Auren (AURE3) prevê desalavancagem rápida com geração de caixa e descarta follow-on após compra da AES

Segundo o CEO da empresa, o que deve balizar a desalavancagem será a forte geração de caixa combinada com a entrada em operação de novos projetos de aproximadamente 700 megawatts (MW) de capacidade em 2024

Em teleconferência com analistas e investidores para tratar da aquisição da AES Brasil, os executivos da Auren Energia (AURE3) disseram que a geração forte de caixa da nova companhia permitirá a rápida desalavancagem, combinada ao pagamento recorrente de dividendos e sem necessidade de follow-on.

Pelo arranjo da transação, os acionistas da AES Brasil vão receber 100% em dinheiro, já que a empresa vai deixar o Brasil. A consultoria PSR apoiou a Auren na avaliação da transação.

A AES já era uma empresa mais alavancada. Pela relação dívida líquida/Ebitda ajustado, a companhia encerrou o quarto trimestre de 2024 em 5,3 vezes, enquanto que a Auren tinha mais conforto no balanço e caixa disponível. Com o novo negócio, a Auren fica com alavancagem final de 4,9 vezes.

Segundo o CEO da empresa, Fabio Zanfelice, o que deve balizar a desalavancagem será a forte geração de caixa combinada com a entrada em operação de novos projetos de aproximadamente 700 megawatts (MW) de capacidade em 2024 e geração adicional de caixa associada. Além disso, alguns ativos da AES podem ser usados para reciclagem de capital, por não ter escala ou não ter geograficamente sinergia com a estratégica da Auren.

“A geração de caixa é 0,5 vezes Ebitda ajustado por ano. Então, em três anos, a gente chega na alavancagem ótima, entre 3 vezes e 3,5 vezes”, diz Zanfelice.

O diretor financeiro e de relações com investidores, Mário Antônio Bertoncini, diz que a empresa já contratou quatro bancos para resgate de até R$ 5,4 bilhões para a liquidação desta operação e que a empresa estará preparada para quitação de dívidas.

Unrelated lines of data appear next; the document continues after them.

const MARROWGATE: DemoSetType[] = [
  cassette("DEN-EXAM-01", "Examination cassette", kit(DENTAL_EXAM), 0.6),
  cassette(
    "DEN-REST-01",
    "Restorative cassette",
    kit(DENTAL_EXAM, [
      ["Excavator, double-ended small", 1],
      ["Flat plastic instrument", 1],
      ["Amalgam carrier", 1],
      ["Amalgam plugger, double-ended", 1],
      ["Ball burnisher", 1],
      ["Matrix retainer", 1],
    ]),
    0.9,
  ),
  cassette(
    "DEN-REST-02",
    "Composite restorative cassette",
    kit(DENTAL_EXAM, [
      ["Composite placement instrument, non-stick", 2],
      ["Excavator, double-ended small", 1],
      ["Matrix ring forceps", 1],
      ["Articulating paper holder", 1],
    ]),
    0.85,
  ),
  cassette(
    "DEN-HYG-01",
    "Hygiene and scaling cassette",
    kit(DENTAL_EXAM, [
      ["Sickle scaler, anterior", 1],
      ["Sickle scaler, posterior", 1],
      ["Universal curette", 2],
      ["Area-specific curette 11/12", 1],
      ["Area-specific curette 13/14", 1],
    ]),
    0.8,
  ),
  cassette(
    "DEN-PERIO-01",
    "Periodontal surgery cassette",
    kit(DENTAL_EXAM, [
      ["Scalpel handle, round", 1],
      ["Periosteal elevator, Molt 9", 1],
      ["Periodontal knife, Kirkland", 1],
      ["Tissue forceps, Adson 120 mm", 1],
      ["Needle holder, Castroviejo 140 mm", 1],
      ["Suture scissors, curved 120 mm", 1],
    ]),
    1.3,
  ),
  cassette(
    "DEN-ENDO-01",
    "Endodontic cassette",
    kit(DENTAL_EXAM, [
      ["Endodontic explorer DG16", 1],
      ["Spreader, finger", 2],
      ["Plugger, Machtou set", 1],
      ["Endodontic ruler and file stand", 1],
      ["Locking tweezers", 1],
    ]),
    0.95,
    "Files are single use and never go in the cassette.",
  ),
  cassette(
    "DEN-EXT-01",
    "Extraction cassette, upper",
    kit(DENTAL_EXAM, [
      ["Extraction forceps, upper universal", 1],
      ["Extraction forceps, upper molars left", 1],
      ["Extraction forceps, upper molars right", 1],
      ["Straight elevator 3 mm", 1],
      ["Luxator 3 mm", 1],
    ]),
    1.45,
  ),
  cassette(
    "DEN-EXT-02",
    "Extraction cassette, lower",
    kit(DENTAL_EXAM, [
      ["Extraction forceps, lower universal", 1],
      ["Extraction forceps, lower molars", 1],
      ["Straight elevator 3 mm", 1],
      ["Cryer elevators (pair)", 1],
    ]),
    1.35,
  ),
  cassette(
    "DEN-SURG-01",
    "Oral surgery cassette",
    kit(DENTAL_EXAM, [
      ["Scalpel handle, round", 1],
      ["Periosteal elevator, Molt 9", 1],
      ["Cheek retractor, double-ended", 1],
      ["Bone rongeur, fine curved 150 mm", 1],
      ["Surgical curette, Lucas", 1],
      ["Needle holder, Mayo-Hegar 140 mm", 1],
      ["Suture scissors, curved 120 mm", 1],
    ]),
    1.6,
  ),
  {
    code: "DEN-IMP-01",
    name: "Implant surgery kit",
    setClass: "specialist_tray",
    packaging: "rigid_container",
    method: "steam_134",
    flags: ["ultrasonic", "lumens_to_flush", "dismantle"],
    weightKg: 1.9,
    sizeStu: 0.25,
    notes: "Internally irrigated drills: flush each channel. Return every drill to its marked place in the tray.",
    items: [
      ["Pilot drill 2.0 mm", 1],
      ["Twist drill 2.8 mm", 1],
      ["Twist drill 3.5 mm", 1],
      ["Countersink drill", 1],
      ["Depth gauge", 1],
      ["Parallel pins", 4],
      ["Torque ratchet with adapter", 1],
      ["Hex driver, short and long", 2],
      ["Drill extension", 1],
      ["Surgical tray with lid", 1],
    ],
    ifu: true,
  },
  cassette(
    "DEN-ORTHO-01",
    "Orthodontic pliers cassette",
    [
      ["Band-removing pliers", 1],
      ["Distal end cutter", 1],
      ["Ligature cutter", 1],
      ["Bird-beak pliers", 1],
      ["Weingart pliers", 1],
      ["Ligature director", 1],
    ],
    1.1,
    "Open every plier before washing; oil the joints after drying.",
  ),
  cassette(
    "DEN-CROWN-01",
    "Crown and bridge cassette",
    kit(DENTAL_EXAM, [
      ["Crown remover, slide hammer", 1],
      ["Cord packer, serrated", 2],
      ["Crown scissors, curved", 1],
      ["Cement spatula", 1],
    ]),
    0.9,
  ),
  cassette(
    "DEN-DAM-01",
    "Rubber dam kit",
    [
      ["Rubber dam punch", 1],
      ["Rubber dam clamp forceps", 1],
      ["Rubber dam frame", 1],
      ["Rubber dam clamps, assorted", 8],
    ],
    0.7,
  ),
  pouched(
    "DEN-HP-01",
    "High-speed handpiece",
    "High-speed turbine handpiece",
    0.08,
    "single_pouch",
    ["lumens_to_flush", "manual_wash_only"],
    "Flush the spray channels and lubricate before packing, as the instructions for use say.",
  ),
  pouched("DEN-HP-02", "Slow-speed contra-angle handpiece", "Contra-angle handpiece 1:1", 0.09, "single_pouch", ["lumens_to_flush", "manual_wash_only"], "Lubricate before packing."),
  pouched("DEN-FORC-01", "Extraction forceps, upper molars", "Extraction forceps, upper molars right", 0.12),
  pouched("DEN-FORC-02", "Extraction forceps, lower molars", "Extraction forceps, lower molars", 0.12),
  pouched("DEN-ELEV-01", "Straight elevator", "Straight elevator 3 mm", 0.05),
  pouched("DEN-MIR-01", "Mouth mirror handle", "Mouth mirror handle with mirror head No. 4", 0.03),
  pouched("DEN-SCL-01", "Ultrasonic scaler insert", "Scaler insert, universal tip", 0.04, "double_pouch"),
];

“Não será preciso nenhum follow on, apesar de um maior nível de alavancagem, mas vamos desalavancar muito rápido”, afirma Bertoncini.

Com a incorporação, a nova Auren foca com um portfólio de 54% hidrelétrico, 36% eólico e 10% solar. As duas empresas tinham operações similares, já que as duas operam as mesmas fontes de energia e têm ativos concentrados em São Paulo e Nordeste, o que permite redução de R$ 120 milhões por ano com pessoal, material, serviços e outras despesas (PNSO).

Há um plano de recuperação da performance de alguns ativos da AES, que vão até 2032.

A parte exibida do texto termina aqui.